5. socket listens to a specific port
#!/usr/bin/env python #coding: utf-8 import socket, time, sys def ApplicationInstance(): try: global s s = socket.socket() host = socket.gethostname() s.bind((host, 60123)) except: print "instance is running..." sys.exit(0) if __name__ == "__main__": ApplicationInstance() while True: print 'running...' time.sleep(1)

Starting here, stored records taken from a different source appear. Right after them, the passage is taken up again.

def circular_series(a: float, b: float, k, t, h: float, *,
                    rtol: float = 1e-7, terms: int | None = None,
                    centre: bool = True) -> SpreadingResult:
    """Exact spreading resistance of a circular isoflux source on a coaxial disk.

    Source radius a on a disk (or compound disk) of radius b with an adiabatic rim, layers
    (k_i, t_i) top first, film h below.  With λ_n the positive roots of J1 and
    δ_n = λ_n/b (Yovanovich, Culham & Teertstra 1998)::

        R_sp,avg    = Σ 4·J1²(δ_n a)·φ_n / [π k_1 a² b² δ_n³ J0²(λ_n)]
        R_sp,centre = Σ 2·J1(δ_n a)·φ_n  / [π k_1 a  b² δ_n² J0²(λ_n)]

    φ_n = φ(δ_n) from :func:`layer_phi`; for one layer
    φ_n = [tanh(δ_n t) + kδ_n/h]/[1 + (kδ_n/h)·tanh(δ_n t)].  The centre value follows from
    the same surface temperature, θ(0) = Σ C_n with C_n = 2qaJ1(δ_n a)φ_n/(k b² δ_n² J0²).

    Summation.  The average is summed to N = 2^p ≥ 8·b/a terms (beyond n ≈ b/a the terms
    are asymptotic) and the rest added as the asymptotic tail of :func:`_tail_factor`
    (terms → 2b²φ(δ)/(π k_1 a³ λ³), summed as an integral over the root density 1/π); the
    error estimate is the change when N doubles, and N doubles until it is below ``rtol``.
    The centre series converges as N^-1.5 only and oscillates: it is summed to at least
    max(N, 16384, 64·b/a) terms and Richardson-extrapolated (R∞ ≈ R_2N + (R_2N −
    R_N)/(2^1.5 − 1)); its error estimate is reported in ``rel_error_centre`` and never
    makes the call fail.  ``centre=False`` skips it (the fast path for the average).

    Parameters
    ----------
    a, b
        Source and disk radii, m, a ≤ b.
    k, t
        Conductivity W/(m·K) and thickness m: numbers, or sequences for a compound disk
        (top layer first).
    h
        Film coefficient under the bottom, W/(m²·K) (``inf``: isothermal bottom).
    rtol
        Relative tolerance on the average.
    terms
        Sum exactly this many terms, without tail or extrapolation (to study truncation);
        the default converges to ``rtol``.
    centre
        Also sum the source-centre series (default); ``False`` leaves
        ``r_spreading_centre`` as ``None``.

    References
    ----------
    Yovanovich, Culham & Teertstra, IEEE Trans. CPMT-A 21(1), 1998.
    """
    a, b, ks, ts = _disk_fast(a, b, k, t)
    h = _pos("h", h, inf_ok=True)
    rtol = _pos("rtol", rtol)
    r_1d = _one_d(math.pi * b * b, ks, ts, h)
    if a == b:
        return SpreadingResult(0.0, r_1d, 0.0 if centre else None, 0, 0.0,
                               "circular_series", 0.0)

    def partial(n: int) -> tuple[float, float]:
        lam = _j1_roots(n)
        d = lam / b
        phi = _phi(d, ks, ts, h)
        j1a = j1(d * a)
        w = phi / (math.pi * ks[0] * b * b * d * d * j0(lam) ** 2)
        avg = float(np.sum(4.0 * j1a * j1a * w / (a * a * d)))
        cen = float(np.sum(2.0 * j1a * w / a)) if centre else math.nan
        return avg, cen

    if terms is not None:
        res = _fixed_terms(partial, terms, _MAX_BESSEL_TERMS, r_1d, "circular_series")
        if not centre:
            res = SpreadingResult(res.r_spreading, r_1d, None, res.terms, res.rel_error,
                                  res.method, 0.0)
        return res
    n = int(2 ** math.ceil(math.log2(max(128.0, 4.0 * b / a))))
    prev, phi = _avg_sum(a, b, ks, ts, h, n)
    err = math.inf
    while True:
        if 2 * n > _MAX_BESSEL_TERMS:
            raise SpreadingError(
                f"circular_series: the series did not converge to rtol = {rtol:g} within "
                f"{_MAX_BESSEL_TERMS} terms (estimated relative error {err:.2g}); the "
                "source is very small against the plate: relax rtol, or use lee_1995")
        n *= 2
        avg, phi = _avg_sum(a, b, ks, ts, h, n, phi)
        err = abs(avg - prev) / abs(avg)
        if err <= rtol:
            break
        prev = avg
    if not centre:
        return SpreadingResult(avg, r_1d, None, n, err, "circular_series", 0.0)
    # The centre series oscillates and converges as N^-1.5 only; terms are cheap, so it is
    # summed much further than the average needs and extrapolated.
    nc = int(min(_MAX_CENTRE_TERMS,
                 max(n, _CENTRE_BESSEL_TERMS, 2 ** math.ceil(math.log2(64.0 * b / a)))))
    c1, c2 = partial(nc // 2)[1], partial(nc)[1]
    cen = c2 + (c2 - c1) / (2.0 ** 1.5 - 1.0)
    return SpreadingResult(avg, r_1d, float(cen), n, err, "circular_series",
                           abs(c2 - c1) / abs(cen) / (2.0 ** 1.5 - 1.0))


def _compose_down(zeta: np.ndarray, ks: np.ndarray, ts: np.ndarray
                  ) -> tuple[np.ndarray, np.ndarray, np.ndarray, np.ndarray]:
    """The upward recursion of :func:`layer_phi` through the layers above a cut in layer j,
    composed into one linear fractional map per mode ζ, for every layer j.

    Layer i maps the φ below it to φ_i = (c_i·φ + T_i)/(c_i·T_i·φ + 1),
    c_i = k_i/k_{i+1}, T_i = tanh(ζt_i): the matrix [[c_i, T_i], [c_i·T_i, 1]] acting on
    (φ, 1).  For a cut in layer j the product M = M_0·M_1···M_{j−1} = [[α, β], [γ, δ]]
    gives φ_0 = (αφ_j + β)/(γφ_j + δ) and dφ_0/dφ_j = det M/(γφ_j + δ)²,
    det M = Π c_i(1 − T_i²) (a linear fractional map composes by matrix products; common
    practice, no source).  The products are built from the top, one layer more for each
    j, and rescaled to δ = 1 after each layer (the map is unchanged, det M by the square
    of the scale), so they stay finite for any number of layers.  Returns α, β, γ and
    det M with δ = 1, each of shape (len(ks), ζ.size), row j for a cut in layer j (row 0
    the identity)."""
    n = ks.size
    al = np.empty((n, zeta.size))
    be = np.empty((n, zeta.size))
    ga = np.empty((n, zeta.size))
    det = np.empty((n, zeta.size))
    al[0], be[0], ga[0], det[0] = 1.0, 0.0, 0.0, 1.0
    for jj in range(n - 1):
        c = ks[jj] / ks[jj + 1]
        th = np.tanh(zeta * ts[jj])
        # [[α, β], [γ, 1]]·[[c, T], [cT, 1]], then divided by its new δ = γT + 1
        s = 1.0 / (ga[jj] * th + 1.0)
        al[jj + 1] = (al[jj] + be[jj] * th) * c * s
        be[jj + 1] = (al[jj] * th + be[jj]) * s
        ga[jj + 1] = (ga[jj] + th) * c * s
        det[jj + 1] = det[jj] * (c * (1.0 - th * th)) * s * s
    return al, be, ga, det


def circular_depth_profile(a: float, b: float, k, t, z, *, terms: int | None = None,
                           slope_only=None) -> tuple[np.ndarray, np.ndarray]:
    """Cached front of :func:`_circular_depth_profile` (same arguments and results; the
    arrays returned are fresh copies).  Sweeps rebuild the same columns many times."""
    zz = np.asarray(z, dtype=np.float64)
    so = None if slope_only is None else np.broadcast_to(
        np.asarray(slope_only, dtype=bool), zz.shape).tobytes()
    key = (float(a), float(b), tuple(np.atleast_1d(np.asarray(k, dtype=np.float64)).tolist()),
           tuple(np.atleast_1d(np.asarray(t, dtype=np.float64)).tolist()),
           zz.shape, zz.tobytes(), terms, so)   # the depths by their bytes (cheap to hash)
    R, dR = _depth_profile_cached(key)
    return R.copy(), dR.copy()


@functools.lru_cache(maxsize=256)   # an entry holds a column's depths (~500): ~30 kB
def _depth_profile_cached(key):
    a, b, k, t, shape, z, terms, so = key
    return _circular_depth_profile(a, b, list(k), list(t),
                                   np.frombuffer(z, dtype=np.float64).reshape(shape),
                                   terms=terms,
                                   slope_only=None if so is None
                                   else np.frombuffer(so, dtype=bool).reshape(shape))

You can use the decorator to implement this function for reuse (the effect is the same as above ):
#! /Usr/bin/env python # coding: UTF-8 import socket, time, sys import functools # implement def ApplicationInstance (func) using the decorator: @ functools. wraps (func) def fun (* args, ** kwargs): import socket try: global s = socket. socket () host = socket. gethostname () s. bind (host, 60123) failed T: print ('already has an instance... ') return None return func (* args, ** kwargs) return fun @ ApplicationInstance def main (): while True: print 'running... 'Time. sleep (1) if _ name _ = "_ main _": main ()
Iv. Summary
(1) daemon and single script are important in actual application, and there are many methods. You can choose the appropriate one to modify them and make them into a separate class or template, then implement customization by subclass.
(2) The Automatic Recovery of daemon monitoring processes avoids nohup and & usage, and the use of shell scripts can save a lot of trouble for starting and disabling servers from time to time.
The above is all the content of this article. I hope it will be helpful for your learning and support for helping customers.